Failure Clustering & Triage

When a build goes red with dozens of failures, they often share a handful of root causes — one NullPointerException, one timeout, one OOM. UniTrack groups similar failures into clusters and lets you triage them with rules so the noise collapses into a few actionable buckets.

1. Clustering

After ingest, recent failures are compared by their error signature (exception type and message) and grouped. The Clusters dashboard page shows each group with its representative error and the tests that hit it, so you can tell "20 tests failed" from "20 tests hit the same one bug".

2. Triage rules

A TriageRule matches failures by pattern and assigns a category, turning recurring, recognisable failures into labelled, owned buckets automatically. Rules are managed on the Triage dashboard page.

Typical uses:

  • tag any OutOfMemoryError as an infrastructure failure;

  • route timeouts in a known-slow suite to a flaky/perf category;

  • label assertion failures in a module as product bug.

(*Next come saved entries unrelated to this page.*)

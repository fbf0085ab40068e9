"""The HTML report: structure parsed, self-contained, cautions present, context documented."""

from __future__ import annotations

import dataclasses
import subprocess
import sys
from html.parser import HTMLParser

import pytest

from drift.report import CAUTIONS, ReportContext, build_context, render_report


class _Page(HTMLParser):
    def __init__(self):
        super().__init__()
        self.ids, self.tags, self.external, self.text = set(), [], [], []

    def handle_starttag(self, tag, attrs):
        attrs = dict(attrs)
        self.tags.append(tag)
        if "id" in attrs:
            self.ids.add(attrs["id"])
        for key in ("src", "href"):
            value = attrs.get(key) or ""
            if value and not value.startswith("#") and not value.startswith("data:"):
                self.external.append((tag, value))
        if tag == "link":
            self.external.append((tag, attrs.get("href")))

    def handle_data(self, data):
        self.text.append(data)


@pytest.fixture(scope="module")
def page(demo_analysis):
    html = render_report(build_context(demo_analysis))
    parser = _Page()
    parser.feed(html)
    parser.html = html
    parser.body = " ".join(" ".join(parser.text).split())
    return parser


def test_sections_present(page):
    assert {"limits", "summary", "roles", "changes", "unsettled", "trades", "drift", "model",
            "features", "data"} <= page.ids


def test_self_contained(page):
    assert page.external == []
    assert "<script" not in page.html
    assert page.tags.count("svg") >= 5  # charts are inline SVG


def test_cautions_are_stated(page):
    for caution in CAUTIONS:
        assert " ".join(caution.split()) in page.body
    assert "not measure a player's worth" in page.body
    assert "injuries" in page.body and "teammates" in page.body


def test_roles_and_moves_are_shown(page, demo_analysis):
    for rid, name in zip(demo_analysis.model.role_ids_, demo_analysis.model.role_names_):
        assert f"{rid} · {name}" in page.body
    changed = demo_analysis.moves[demo_analysis.moves["status"] == "changed"]
    assert all(name in page.body for name in changed["player"])  # every role change is listed


def test_player_names_are_escaped(demo_analysis):
    moves = demo_analysis.moves.copy()
    idx = moves.index[moves["status"] == "changed"][0]
    moves.loc[idx, "player"] = "<b>Bold</b>"
    html = render_report(build_context(dataclasses.replace(demo_analysis, moves=moves)))
    assert "&lt;b&gt;Bold&lt;/b&gt;" in html and "<b>Bold</b>" not in html


def test_context_fields_are_documented():
    doc = ReportContext.__doc__
    for f in dataclasses.fields(ReportContext):
        assert f.name in doc, f"ReportContext.{f.name} is not documented"


def test_report_is_deterministic(demo_analysis):
    assert render_report(build_context(demo_analysis)) == render_report(build_context(demo_analysis))


def test_templates_found_from_any_folder(tmp_path):
    """Templates are package data: found without the source tree on the path."""
    code = "from drift.report import template_environment as t; t().get_template('report.html'); print('ok')"
    out = subprocess.run([sys.executable, "-c", code], cwd=tmp_path, capture_output=True, text=True)
    assert out.returncode == 0, out.stderr


def test_requested_comparison_and_comparables_shown(demo_prepared, demo_model):
    from drift.api import analyse
    from drift.config import Config

    analysis = analyse(demo_prepared, demo_model, Config(compare=("2019-20", "2024-25")))
    context = build_context(analysis)
    assert context.requested_label == "2019-20 → 2024-25" and len(context.requested) > 50
    page = _Page()
    page.feed(render_report(context))
    assert "requested" in page.ids
    row = context.changed[0]
    assert row["comparables"].count("(") == 3  # three nearest reference player-seasons
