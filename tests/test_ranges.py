"""Plausibility ranges: impossible values refused naming file, row, the export's column, drift's name and value.

The ranges are common practice, no source (drift/intake/_ranges.py states each); the values
refused here are the ones a broken export was seen to hold.
"""

from __future__ import annotations

import warnings

import pytest
from exports import small_league, write_text_export

from drift.errors import InputError
from drift.intake.read import read_seasons


@pytest.fixture
def league():
    return small_league(seasons=("2023-24",))


def _row_of(league, i):
    return i + 2  # one file, header on row 1, rows in order


def _error(folder):
    with pytest.raises(InputError) as info:
        read_seasons(folder)
    return str(info.value)


@pytest.mark.parametrize("column, value, export_name, words", [
    ("orb_pct", 401.0, "OREB_PCT", "an offensive rebound rate lies between 0 and 100 (read in percent)"),
    ("stl_pct", 489.0, "STL_PCT", "a steal rate lies between 0 and 100"),
    ("ppp_spot_up", 272.0, "SPOTUP_PPP", "points per possession lie between 0 and 4"),
    ("games", 500, "GP", "games must lie between 0 and 120 in a season"),
    ("ts_pct", 1.7, "TS_PCT", "a true shooting percentage lies between 0 and 1.5 (read in fractions)"),
])
def test_impossible_value_is_refused_with_where_and_what(league, tmp_path, column, value, export_name, words):
    league.loc[7, column] = value
    write_text_export(league, tmp_path)
    msg = _error(tmp_path)
    drift_name = f" (drift's {column})" if column not in ("games",) else " (drift's games)"
    assert f"2023-24.csv, row {_row_of(league, 7)}, column '{export_name}'{drift_name}: value {value:g} is " \
           f"impossible: {words}" in msg
    assert "common practice" in msg


def test_minutes_per_game_above_a_game_with_overtimes_are_refused(league, tmp_path):
    league.loc[3, ["games", "minutes"]] = [10, 3000]  # 300 minutes a game
    write_text_export(league, tmp_path)
    msg = _error(tmp_path)
    assert "row 5, column 'MIN' (drift's minutes): value 3000 is impossible: 300.0 minutes per game" in msg


def test_one_long_overtime_game_is_possible(league, tmp_path):
    league.loc[3, ["games", "minutes", "possessions"]] = [1, 63, 20]  # every minute of a triple overtime
    write_text_export(league, tmp_path)
    with warnings.catch_warnings():
        warnings.simplefilter("ignore")
        assert read_seasons(tmp_path).table.loc[3, "minutes"] == 63


def test_free_throw_rate_is_checked_only_on_a_real_sample(tmp_path):
    league = small_league(seasons=("2023-24",))
    league["ft_rate"] = 0.25
    league.loc[2, ["games", "minutes", "possessions", "ft_rate"]] = [2, 30, 10, 8.0]  # 1 shot, 8 free throws
    write_text_export(league, tmp_path)
    with warnings.catch_warnings():
        warnings.simplefilter("ignore")
        raw = read_seasons(tmp_path)
    assert raw.reading.units["ft_rate"] == "fraction" and raw.table.loc[2, "ft_rate"] == 8.0
    league.loc[5, "ft_rate"] = 8.0  # the same over a season's minutes: impossible
    write_text_export(league, tmp_path)
    assert "row 7, column 'ft_rate': value 8 is impossible: a free-throw rate lies between 0 and 5" in _error(tmp_path)


def test_minutes_without_games_are_refused(league, tmp_path):
    league.loc[3, "games"] = 0
    write_text_export(league, tmp_path)
    assert "minutes without a game played" in _error(tmp_path)


def test_possessions_far_too_few_for_the_minutes_are_refused(league, tmp_path):
    league["possessions"] = league["possessions"].astype(float)
    league.loc[4, ["minutes", "possessions"]] = [2415, 0.99]
    write_text_export(league, tmp_path)
    msg = _error(tmp_path)
    assert "row 6, column 'POSS' (drift's possessions): value 0.99 is impossible" in msg
    assert "possessions per minute beside 2415 minutes, below 0.04" in msg


def test_possessions_far_too_many_for_the_minutes_are_refused(league, tmp_path):
    league.loc[4, "possessions"] = league.loc[4, "minutes"] * 5
    write_text_export(league, tmp_path)
    assert "more than 3 possessions per minute played" in _error(tmp_path)


def test_one_impossible_per_game_cell_is_refused_not_read_as_totals(league, tmp_path):
    league["minutes"] = (league["minutes"] / league["games"]).round(1)
    league.loc[6, "minutes"] = 300.0
    write_text_export(league, tmp_path)
    msg = _error(tmp_path)
    assert "row 8, column 'MIN' (drift's minutes): value 300 is impossible per game" in msg
    assert '[intake.units] minutes = "total"' in msg


def test_extreme_but_possible_values_are_read(league, tmp_path):
    league.loc[1, "ppp_spot_up"] = 4.0  # every possession an and-one three
    league.loc[2, "ts_pct"] = 1.2  # a fraction above 1 in a small sample: still fractions
    league.loc[3, ["games", "minutes", "possessions", "orb_pct"]] = [1, 6, 3, 150.0]  # estimates leave
    league.loc[4, "usage_pct"] = 0.0  # the range in a few minutes of play
    write_text_export(league, tmp_path)
    with warnings.catch_warnings():
        warnings.simplefilter("ignore")
        raw = read_seasons(tmp_path)
    assert raw.reading.units["ts_pct"] == "fraction" and raw.reading.units["orb_pct"] == "percent"
    assert raw.table.loc[3, "orb_pct"] == 150.0


def test_rates_in_fractions_are_checked_in_fractions(league, tmp_path):
    league["orb_pct"] = (league["orb_pct"] / 100).round(4)
    league.loc[5, "orb_pct"] = -0.02
    write_text_export(league, tmp_path)
    msg = _error(tmp_path)
    assert "value -0.02 is impossible: an offensive rebound rate lies between 0 and 1 (read in fractions)" in msg
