"""The report in a real browser: headless Chromium (Debian's package) driven by Playwright.

One rendered demo report (with one hostile player name planted) and one page are shared by every
test; the views are reached by changing the URL's #fragment, so there is a single file load.
"""

from __future__ import annotations

import dataclasses
import shutil

import pytest

CHROMIUM = shutil.which("chromium") or "/usr/bin/chromium"
ARGS = ["--no-sandbox", "--disable-gpu", "--disable-quic", "--no-first-run", "--disable-background-networking",
        "--disable-component-update", "--disable-sync"]
HOSTILE = '<img src=x onerror="window.__owned=1">Zed'

sync_api = pytest.importorskip("playwright.sync_api", reason="Playwright for Python is not installed "
                               "(pip install '.[test]')")
if not shutil.which(CHROMIUM):
    pytest.skip("Debian's chromium is not installed (apt-get install chromium)", allow_module_level=True)


@pytest.fixture(scope="module")
def report_file(demo_analysis, tmp_path_factory):
    """The demo report with one player renamed to a string that would run script if it were markup."""
    from drift.report import write_report

    a = demo_analysis
    victim = a.moves.loc[a.moves["status"] == "changed", "player_id"].iloc[0]
    rename = {"placements": a.placements, "moves": a.moves}
    renamed = {k: v.assign(player=v["player"].where(v["player_id"] != victim, HOSTILE)) for k, v in rename.items()}
    path = tmp_path_factory.mktemp("browser") / "report.html"
    write_report(dataclasses.replace(a, **renamed), path)
    return path


@pytest.fixture(scope="module")
def browser():
    with sync_api.sync_playwright() as p:
        b = p.chromium.launch(executable_path=CHROMIUM, args=ARGS)
        yield b
        b.close()


@pytest.fixture(scope="module")
def loaded(browser, report_file):
    """(page, console errors, requests that left the file) after one load."""
    page = browser.new_page(viewport={"width": 1280, "height": 900})
    errors, requests = [], []
    page.on("console", lambda m: errors.append(m.text) if m.type == "error" else None)
    page.on("pageerror", lambda e: errors.append(str(e)))
    page.on("request", lambda r: requests.append(r.url) if not r.url.startswith(("file:", "data:")) else None)
    page.goto(report_file.as_uri())
    yield page, errors, requests
    page.close()


def test_loads_without_errors_or_network(loaded):
    page, errors, requests = loaded
    assert errors == [] and requests == []
    assert page.title().startswith("drift")


def test_every_chart_renders(loaded):
    page, _, _ = loaded
    sizes = page.eval_on_selector_all(".chart svg", "els => els.map(e => e.getBoundingClientRect().width)")
    assert len(sizes) >= 5 and min(sizes) > 100
    broken = page.eval_on_selector_all("img", "els => els.filter(e => !e.complete || !e.naturalWidth).length")
    assert broken == 0
    labelled = page.eval_on_selector_all(".chart", "els => els.every(e => e.getAttribute('aria-label'))")
    assert labelled  # alt text on every chart


def test_search_opens_a_player_page(loaded, demo_analysis):
    page, errors, _ = loaded
    name = demo_analysis.stints["player"].iloc[0]
    page.fill("#q", name[:6].lower())
    assert page.locator("#q-results a", has_text=name).count() >= 1
    page.fill("#q", name)
    page.press("#q", "Enter")
    article = page.locator("article.player:target")
    article.wait_for()
    assert name in article.locator("h2").inner_text()
    assert not page.locator("#report").is_visible()  # the page replaces the review
    assert article.locator("svg.path").bounding_box()["width"] > 100
    assert "Mid-season trades" in article.inner_text()
    page.goto(page.url.split("#")[0] + "#review")
    assert page.locator("#report").is_visible() and errors == []


def test_search_ranks_the_team_page_first(loaded, demo_analysis):
    # a team code is part of a dozen players' labels; the team page must still be the first hit
    page, errors, _ = loaded
    team = str(demo_analysis.placements["team"].iloc[-1]).split("/")[0]
    page.fill("#q", team)
    first = page.locator("#q-results a").first
    assert "team page" in first.inner_text() and first.get_attribute("href") == f"#t-{team}"
    page.press("#q", "Enter")
    page.locator("article.team:target").wait_for()
    page.goto(page.url.split("#")[0] + "#teams")
    link = page.locator("#teams table.data a", has_text=team).first  # team codes in the table are links
    assert link.get_attribute("href") == f"#t-{team}"
    page.goto(page.url.split("#")[0] + "#review")
    assert errors == []


def test_sorting_and_filtering_change_rows(loaded):
    page, errors, _ = loaded
    page.goto(page.url.split("#")[0] + "#review")
    rows = page.locator("#tbl-latest tbody tr")
    first = rows.first.inner_text()
    page.click("#tbl-latest thead th:has-text('player')")
    assert rows.first.inner_text() != first  # sorted by name, no longer by evidence
    total = rows.count()
    page.select_option(".filters[data-table='tbl-latest'] select[data-key='status']", "changed")
    visible = page.locator("#tbl-latest tbody tr:not([hidden])")
    assert 0 < visible.count() < total
    assert all(t == "changed" for t in visible.locator("td .status").all_inner_texts())
    page.select_option(".filters[data-table='tbl-latest'] select[data-key='status']", "")
    assert page.locator("#tbl-latest tbody tr:not([hidden])").count() == total and errors == []


def test_a_hostile_name_stays_text(loaded):
    page, errors, _ = loaded
    page.fill("#q", "onerror")
    link = page.locator("#q-results a").first
    assert HOSTILE in link.inner_text()
    link.click()
    assert HOSTILE in page.locator("article.player:target h2").inner_text()
    assert page.evaluate("window.__owned") is None and errors == []


def test_team_page_and_reading_without_javascript(browser, report_file, demo_analysis):
    team = str(demo_analysis.placements["team"].iloc[0]).split("/")[0]
    page = browser.new_page(java_script_enabled=False)
    page.goto(report_file.as_uri() + f"#t-{team}")
    article = page.locator("article.team:target")
    assert article.is_visible() and "Role mix by season" in article.inner_text()
    assert article.locator(".mix").count() >= 1
    page.close()
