"""The model file: every field is checked against the declared table before use."""

from __future__ import annotations

import json

import pytest

from drift.errors import DriftError, ModelFileError
from drift.model import RoleModel
from drift.model.fileformat import FIELDS, ROLE_FIELDS, SCHEMA_VERSION


@pytest.fixture(scope="module")
def saved(demo_model):
    return demo_model.to_dict()


def _refused(data, tmp_path, words):
    path = tmp_path / "m.json"
    path.write_text(json.dumps(data))
    with pytest.raises(ModelFileError) as info:
        RoleModel.load(path)
    message = str(info.value)
    assert words in message and "\n" not in message and str(path) in message
    assert isinstance(info.value, DriftError)


def test_every_saved_field_is_declared_in_order(saved):
    assert list(saved) == list(FIELDS)
    assert saved["schema_version"] == SCHEMA_VERSION
    assert all(list(role) == list(ROLE_FIELDS) for role in saved["roles"])


def test_a_valid_file_round_trips_to_the_same_dict(saved):
    assert RoleModel.from_dict(json.loads(json.dumps(saved))).to_dict() == saved


@pytest.mark.parametrize("mutate, words", [
    (lambda d: d["scaler_mean"].__setitem__(0, "x"), "field 'scaler_mean'[0]: expected a finite number"),
    (lambda d: d["scaler_scale"].__setitem__(2, 0.0), "positive finite number"),
    (lambda d: d["components"][1].pop(), "field 'components'[1]: expected"),
    (lambda d: d["roles"][0]["centroid_components"].append(1.0), "centroid_components"),
    (lambda d: d["roles"][1].update(id=d["roles"][0]["id"]), "role ids repeat"),
    (lambda d: d["settings"].update(speed=3), "unknown setting(s) ['speed']"),
    (lambda d: d["settings"].update(roles=1), "roles=1"),
    (lambda d: d["settings"].update(noise_policy="magic"), "noise_policy='magic'"),
    (lambda d: d["intake"].update(min_games=-5), "min_games=-5"),
    (lambda d: d["noise"]["tau2"].pop(), "field 'noise'.tau2"),
    (lambda d: d.update(extra=1), "unknown field(s) ['extra']"),
    (lambda d: d.update(n_pool=True), "field 'n_pool'"),
    (lambda d: d.update(weights={"a": 1}), "field 'weights'"),
])
def test_broken_fields_are_refused_in_one_line(saved, tmp_path, mutate, words):
    data = json.loads(json.dumps(saved))
    mutate(data)
    _refused(data, tmp_path, words)


@pytest.mark.parametrize("mutate, field", [
    (lambda d: d.update(within_var=float("nan")), "within_var"),
    (lambda d: d.update(distance_q99=float("inf")), "distance_q99"),
    (lambda d: d["scaler_mean"].__setitem__(3, float("-inf")), "scaler_mean'[3]"),
    (lambda d: d["roles"][2].update(stability=float("nan")), "stability"),
])
def test_non_finite_numbers_are_refused(saved, tmp_path, mutate, field):
    data = json.loads(json.dumps(saved))
    mutate(data)  # json writes these as NaN / Infinity, which Python's reader accepts
    _refused(data, tmp_path, field)


def test_a_folder_or_deep_nesting_is_refused(tmp_path):
    with pytest.raises(ModelFileError, match="is a folder"):
        RoleModel.load(tmp_path)
    path = tmp_path / "deep.json"
    path.write_text("[" * 100_000 + "]" * 100_000)
    with pytest.raises(ModelFileError, match="nested too deeply"):
        RoleModel.load(path)
    path.write_text(json.dumps([[[[1]]]]))
    with pytest.raises(ModelFileError, match="not a drift model file"):
        RoleModel.load(path)
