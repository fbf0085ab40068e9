"""Families, exposure, unused shares and the sample filters."""

from __future__ import annotations

import numpy as np
import pandas as pd

from drift.intake.features import apply_filters, exposure_matrix, feature_spec, fill_unused_shares


def test_families_and_pairs():
    spec = feature_spec(("share_cut", "ppp_cut", "ppp_post_up", "usage_pct", "ts_pct", "three_pa_rate"))
    assert spec.families == ("share", "efficiency", "efficiency", "rate", "shooting", "shooting")
    assert spec.share_of == {"ppp_cut": "share_cut"}


def test_exposure_uses_possessions_and_share():
    t = pd.DataFrame({"minutes": [1000.0, 500.0], "possessions": [400.0, 150.0],
                      "share_cut": [0.25, 0.0], "ppp_cut": [1.2, np.nan], "usage_pct": [20.0, np.nan]})
    e = exposure_matrix(t, feature_spec(("share_cut", "ppp_cut", "usage_pct")))
    np.testing.assert_allclose(e, [[400, 100, 400], [150, 0, 0]])


def test_unused_shares_become_zero_and_are_counted():
    t = pd.DataFrame({"share_cut": [0.2, np.nan, np.nan], "ppp_cut": [1.0, np.nan, np.nan]})
    out, counts = fill_unused_shares(t, feature_spec(("share_cut", "ppp_cut")))
    assert list(out["share_cut"]) == [0.2, 0.0, 0.0] and counts == {"share_cut": 2}
    assert out["ppp_cut"].isna().sum() == 2  # efficiencies stay missing: no sample


def test_filters_list_every_excluded_row_with_reason():
    t = pd.DataFrame({"player_id": ["a", "b", "c", "d"], "player": list("ABCD"), "season": "2022",
                      "team": "X", "games": [25, 10, 40, 5], "minutes": [500, 300, 200, 20]})
    kept, excluded = apply_filters(t, min_games=20, min_minutes_per_game=10)
    assert list(kept["player_id"]) == ["a"]
    reasons = dict(zip(excluded["player_id"], excluded["reason"]))
    assert set(reasons) == {"b", "c", "d"}
    assert "games 10 < min_games 20" in reasons["b"]
    assert "minutes per game 5.0" in reasons["c"]
    assert "games" in reasons["d"] and "minutes per game" in reasons["d"]
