"""Stints of traded players: kept as stints, combined with sample weights, totals never double-counted."""

from __future__ import annotations

import numpy as np
import pandas as pd
import pytest

from drift.intake._stints import combine_stints
from drift.intake.features import feature_spec


def _traded():
    base = {"player_id": "T1", "player": "Traded One", "season": "2022-23"}
    rows = [
        {**base, "team": "AAA", "games": 30, "minutes": 600, "share_spot_up": 0.5, "ppp_spot_up": 1.2, "usage_pct": 15.0},
        {**base, "team": "BBB", "games": 40, "minutes": 1400, "share_spot_up": 0.2, "ppp_spot_up": 0.9, "usage_pct": 25.0},
        {"player_id": "S1", "player": "Stays", "season": "2022-23", "team": "AAA", "games": 70, "minutes": 2000,
         "share_spot_up": 0.3, "ppp_spot_up": 1.0, "usage_pct": 20.0},
    ]
    t = pd.DataFrame(rows)
    t["source_file"], t["source_row"] = "x.csv", range(2, 2 + len(t))
    return t


_TOTAL = {"player_id": "T1", "player": "Traded One", "season": "2022-23", "team": "TOT", "games": 70,
          "minutes": 2000, "share_spot_up": 0.31, "ppp_spot_up": 1.01, "usage_pct": 22.0,
          "source_file": "x.csv", "source_row": 9}


def test_stints_kept_and_season_combined_by_minutes():
    spec = feature_spec(("share_spot_up", "ppp_spot_up", "usage_pct"))
    seasons, stints = combine_stints(_traded(), spec)
    assert list(stints["stint"]) == [1, 2] and list(stints["team"]) == ["AAA", "BBB"]
    row = seasons.set_index("player_id").loc["T1"]
    assert row["games"] == 70 and row["minutes"] == 2000
    assert row["team"] == "AAA/BBB" and row["n_stints"] == 2
    # shares and rates weighted by minutes (hand computation)
    assert row["usage_pct"] == pytest.approx((600 * 15 + 1400 * 25) / 2000)
    assert row["share_spot_up"] == pytest.approx((600 * 0.5 + 1400 * 0.2) / 2000)
    # an efficiency is weighted by its play type's sample: minutes x share
    w1, w2 = 600 * 0.5, 1400 * 0.2
    assert row["ppp_spot_up"] == pytest.approx((w1 * 1.2 + w2 * 0.9) / (w1 + w2))


def test_total_row_is_used_and_minutes_are_not_counted_twice():
    t = _traded()
    t = pd.concat([t, pd.DataFrame([_TOTAL])], ignore_index=True)
    seasons, stints = combine_stints(t, feature_spec(("share_spot_up", "ppp_spot_up", "usage_pct")),
                                     total_marker="TOT")
    row = seasons.set_index("player_id").loc["T1"]
    assert row["minutes"] == 2000 and row["usage_pct"] == 22.0 and row["share_spot_up"] == 0.31
    assert len(stints) == 2 and "TOT" not in set(stints["team"])
    assert len(seasons) == 2


def test_stint_column_orders_stints():
    t = _traded()
    t["stint"] = [2, 1, 1]
    _, stints = combine_stints(t, feature_spec(("share_spot_up", "ppp_spot_up", "usage_pct")))
    assert list(stints["team"]) == ["BBB", "AAA"]


def test_unused_play_type_in_one_stint():
    t = _traded()
    t.loc[0, "ppp_spot_up"] = np.nan
    t.loc[0, "share_spot_up"] = 0.0
    seasons, _ = combine_stints(t, feature_spec(("share_spot_up", "ppp_spot_up", "usage_pct")))
    assert seasons.set_index("player_id").loc["T1", "ppp_spot_up"] == pytest.approx(0.9)


def test_total_row_wins_over_a_lone_stint():
    t = _traded().iloc[[1, 2]]  # only the second stint of the traded player is in the file
    t = pd.concat([t, pd.DataFrame([_TOTAL])], ignore_index=True)
    seasons, stints = combine_stints(t, feature_spec(("share_spot_up", "ppp_spot_up", "usage_pct")),
                                     total_marker="TOT")
    assert len(seasons) == 2 and stints.empty
    assert seasons.set_index("player_id").loc["T1", "minutes"] == 2000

As new runs arrive, their failures are matched against the rules and categorised on the way in, so the Clusters and run views stay organised without manual sorting.

3. Test ownership

Per-project owner rules (managed on the Owners page, /projects/{id}/owners) map a test class-name pattern (regex) to an owner — a team or handle. Lower priority wins; the first match assigns the owner. Each failing test on a run page shows its owner, so "whose failure is this?" is answered at a glance. (Routing owner-scoped notifications to chat is a separate, planned piece.)

4. AI root-cause

For a cluster spanning more than one test, an Analyze with AI button asks an LLM for a likely root cause and fix direction. It is bring-your-own-key and off by default — see AI Root-Cause Analysis.

5. Working the queue

  1. Open Clusters after a red build to see the distinct root causes.

  2. For a cause you recognise, add a Triage rule so future occurrences self-categorise.

  3. Cross-reference flaky tests — a cluster that only appears intermittently on a fixed commit is likely flakiness, not a real regression.